-- WORK ITEM --
From the first line of the data below, copy each line up to the one containing "with the amount", and include that line too.
-------- DATA EXTRACT
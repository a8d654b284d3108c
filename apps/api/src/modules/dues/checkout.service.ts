import { Op } from 'sequelize';
import type { z } from 'zod';
import type {
  CheckoutDto,
  CheckoutStatusDto,
  checkoutInputSchema,
  DuesQuoteDto,
} from '@app/shared';
import { formatDate, formatMoney } from '@app/shared/locale';
import type { Env } from '../../config/env';
import { AppError, invalid, notFound } from '../../errors/app-error';
import { withNamedLock } from '../../lib/serialize';
import { Membership, MembershipPlan, Payment, type User } from '../../models';
import { cachedClub } from '../club/club-cache';
import { createPayment } from '../payments/new-payment';
import { stripeClient } from '../../lib/stripe-client';
import { toIsoDate } from './calendar';
import { describeQuote, duesCalendar } from './dues.service';
import { ALREADY_PAID } from './ledger-effects';
import { owedOn } from './owed';
import { ownsPayment } from '../../policies/treasury';

type CheckoutInput = z.output<typeof checkoutInputSchema>;

/**
 * Opens a checkout session for what the member owes. The payment row is written first (pending, with the amount
 * expected from the plan); the membership is credited only when the verified webhook says the session was paid.
 * When the provider cannot be reached the row is removed again and UPSTREAM_UNAVAILABLE (503) is thrown.
 */
export async function startCheckout(
  actor: User,
  input: CheckoutInput,
  env: Env,
  now = new Date(),
): Promise<CheckoutDto> {
  const cal = await duesCalendar();
  const today = toIsoDate(now);
  const membership = await Membership.findOne({ where: { userId: actor.id } });
  let planId = membership?.planId;
  if (input.planId && (!membership || !membership.paidThrough)) planId = input.planId;
  if (!planId) throw invalid({ planId: 'Choose a plan to join' });
  const plan = await MembershipPlan.findByPk(planId);
  if (!plan || (!plan.active && planId !== membership?.planId))
    throw invalid({ planId: 'Choose one of the club’s current plans' });
  const q = owedOn(membership ?? { paidThrough: null, joinedOn: today }, plan, today, cal);
  const quote = describeQuote(q, plan);
  if (!quote || !q)
    throw new AppError(
      'CONFLICT',
      membership?.paidThrough
        ? `Your dues are paid through ${formatDate(membership.paidThrough)}; there is nothing to pay yet`
        : 'There is nothing to pay yet',
    );

  // One checkout per member at a time: a named lock per member is held while an open checkout for the same plan
  // and period is looked up (and reused) or a new one is opened, so a double click or a second tab cannot open two.
  const sequelize = Payment.sequelize;
  if (!sequelize) throw new Error('Models are not initialised');
  return withNamedLock(
    sequelize,
    `rodewise:checkout:${actor.id}`,
    async () =>
      (await reusableCheckout(actor, plan, quote, env)) ??
      openCheckout(actor, plan, quote, env, now),
    () =>
      new AppError('CONFLICT', 'Another checkout of yours is being opened; try again in a moment'),
  );
}

/**
 * The member's checkout still open at the provider for the same plan, period and amount, if any. A checkout the
 * provider reports paid, but whose confirmation has not arrived yet, is a CONFLICT: paying again would pay twice.
 * One that expired at the provider is marked expired here and a new one is opened.
 */
async function reusableCheckout(
  actor: User,
  plan: MembershipPlan,
  quote: DuesQuoteDto,
  env: Env,
): Promise<CheckoutDto | null> {
  const pending = await Payment.findAll({
    where: {
      userId: actor.id,
      planId: plan.id,
      method: 'card',
      status: 'pending',
      coversFrom: quote.coversFrom,
      coversTo: quote.coversTo,
      providerSessionId: { [Op.ne]: null },
    },
    order: [['id', 'DESC']],
  });
  const stripe = stripeClient(env);
  for (const p of pending) {
    if (!p.providerSessionId) continue;
    let session: Awaited<ReturnType<typeof stripe.checkout.sessions.retrieve>>;
    try {
      session = await stripe.checkout.sessions.retrieve(p.providerSessionId);
    } catch {
      throw new AppError(
        'UPSTREAM_UNAVAILABLE',
        'The card payment service did not answer. Nothing was charged; please try again in a few minutes.',
      );
    }
    if (session.status === 'complete' || session.payment_status === 'paid')
      throw new AppError(
        'CONFLICT',
        'Your payment for this period is being confirmed by the card service. Wait a minute before paying again.',
      );
    if (session.status === 'expired') {
      await Payment.update({ status: 'expired' }, { where: { id: p.id, status: 'pending' } });
      continue;
    }
    if (p.expectedMinor === quote.amountMinor && session.url)
      return { sessionId: session.id, url: session.url };
    // The amount owed changed (a late fee began, say): the old checkout is closed before a new one opens.
    await stripe.checkout.sessions.expire(session.id).catch(() => undefined);
    await Payment.update({ status: 'expired' }, { where: { id: p.id, status: 'pending' } });
  }
  return null;
}

async function openCheckout(
  actor: User,
  plan: MembershipPlan,
  quote: DuesQuoteDto,
  env: Env,
  now: Date,
): Promise<CheckoutDto> {
  const payment = await createPayment({
    userId: actor.id,
    planId: plan.id,
    method: 'card',
    status: 'pending',
    amountMinor: quote.amountMinor,
    currency: plan.currency,
    expectedMinor: quote.amountMinor,
    coversFrom: quote.coversFrom,
    coversTo: quote.coversTo,
  });
  const stripe = stripeClient(env);
  const metadata = {
    paymentId: String(payment.id),
    userId: String(actor.id),
    planId: String(plan.id),
  };
  // The local payment stand-in heads its page with the club's name and writes money in the club's region.
  const club = await cachedClub();
  try {
    const session = await stripe.checkout.sessions.create({
      mode: 'payment',
      customer_email: actor.email,
      client_reference_id: String(payment.id),
      metadata: {
        ...metadata,
        club_name: club.name.slice(0, 500),
        club_region: club.locale.region,
      },
      payment_intent_data: { metadata, description: `Club dues: ${plan.name}` },
      expires_at: Math.floor(now.getTime() / 1000) + 60 * 60,
      line_items: quote.lines.map((l) => ({
        quantity: 1,
        price_data: {
          currency: plan.currency.toLowerCase(),
          unit_amount: l.amountMinor,
          product_data: { name: l.label },
        },
      })),
      success_url: `${env.PUBLIC_URL}/dues/paid?session_id={CHECKOUT_SESSION_ID}`,
      cancel_url: `${env.PUBLIC_URL}/dues?checkout=cancelled`,
    });
    await payment.update({ providerSessionId: session.id });
    if (!session.url) throw new Error('The provider returned no checkout page');
    return { sessionId: session.id, url: session.url };
  } catch {
    // The provider never opened a checkout, so nothing is recorded: the pending row goes. Should the provider have
    // opened one after all and it gets paid, the webhook finds no row and holds the money for the treasurer.
    await payment.destroy();
    throw new AppError(
      'UPSTREAM_UNAVAILABLE',
      'The card payment service did not answer. Nothing was charged; please try again in a few minutes.',
    );
  }
}

const STATUS_MESSAGES: Record<Payment['status'], string> = {
  pending: 'We are waiting for the payment provider to confirm your payment.',
  succeeded: 'Thank you: your payment is confirmed.',
  held: 'Your payment arrived but did not match your plan. The treasurer will sort it out and contact you.',
  dismissed: 'The treasurer is looking into this payment.',
  failed: 'This checkout did not go through. Nothing was charged.',
  expired: 'This payment page timed out before it was paid. Nothing was charged.',
};

/** The member's own checkout, for the confirmation page; someone else's is not found. */
export async function checkoutStatus(actor: User, sessionId: string): Promise<CheckoutStatusDto> {
  const payment = await Payment.findOne({ where: { providerSessionId: sessionId } });
  if (!payment || !ownsPayment(actor, payment)) throw notFound('Checkout');
  const membership = await Membership.findOne({ where: { userId: actor.id } });
  const message =
    payment.status === 'pending' && payment.note
      ? `${payment.note}. You can go back and try another card.`
      : payment.status === 'held' && payment.heldReason?.startsWith(ALREADY_PAID)
        ? 'Your dues for this period were already paid, so this payment was not credited again. The treasurer will refund it or apply it and contact you.'
        : STATUS_MESSAGES[payment.status];
  return {
    status: payment.status,
    amountMinor: payment.amountMinor,
    currency: payment.currency,
    paidThrough: membership?.paidThrough ?? null,
    message:
      payment.status === 'succeeded' && membership?.paidThrough
        ? `${message} ${formatMoney(payment.amountMinor, payment.currency)} received; your dues now run to ${formatDate(membership.paidThrough)}.`
        : message,
  };
}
----------------
-- SOLUTION TO THIS PROBLEM --
repository a8d654b284d3108c
filename apps/api/src/modules/dues/checkout.service.ts
import { Op } from 'sequelize';
import type { z } from 'zod';
import type {
  CheckoutDto,
  CheckoutStatusDto,
  checkoutInputSchema,
  DuesQuoteDto,
} from '@app/shared';
import { formatDate, formatMoney } from '@app/shared/locale';
import type { Env } from '../../config/env';
import { AppError, invalid, notFound } from '../../errors/app-error';
import { withNamedLock } from '../../lib/serialize';
import { Membership, MembershipPlan, Payment, type User } from '../../models';
import { cachedClub } from '../club/club-cache';
import { createPayment } from '../payments/new-payment';
import { stripeClient } from '../../lib/stripe-client';
import { toIsoDate } from './calendar';
import { describeQuote, duesCalendar } from './dues.service';
import { ALREADY_PAID } from './ledger-effects';
import { owedOn } from './owed';
import { ownsPayment } from '../../policies/treasury';

type CheckoutInput = z.output<typeof checkoutInputSchema>;

/**
 * Opens a checkout session for what the member owes. The payment row is written first (pending, with the amount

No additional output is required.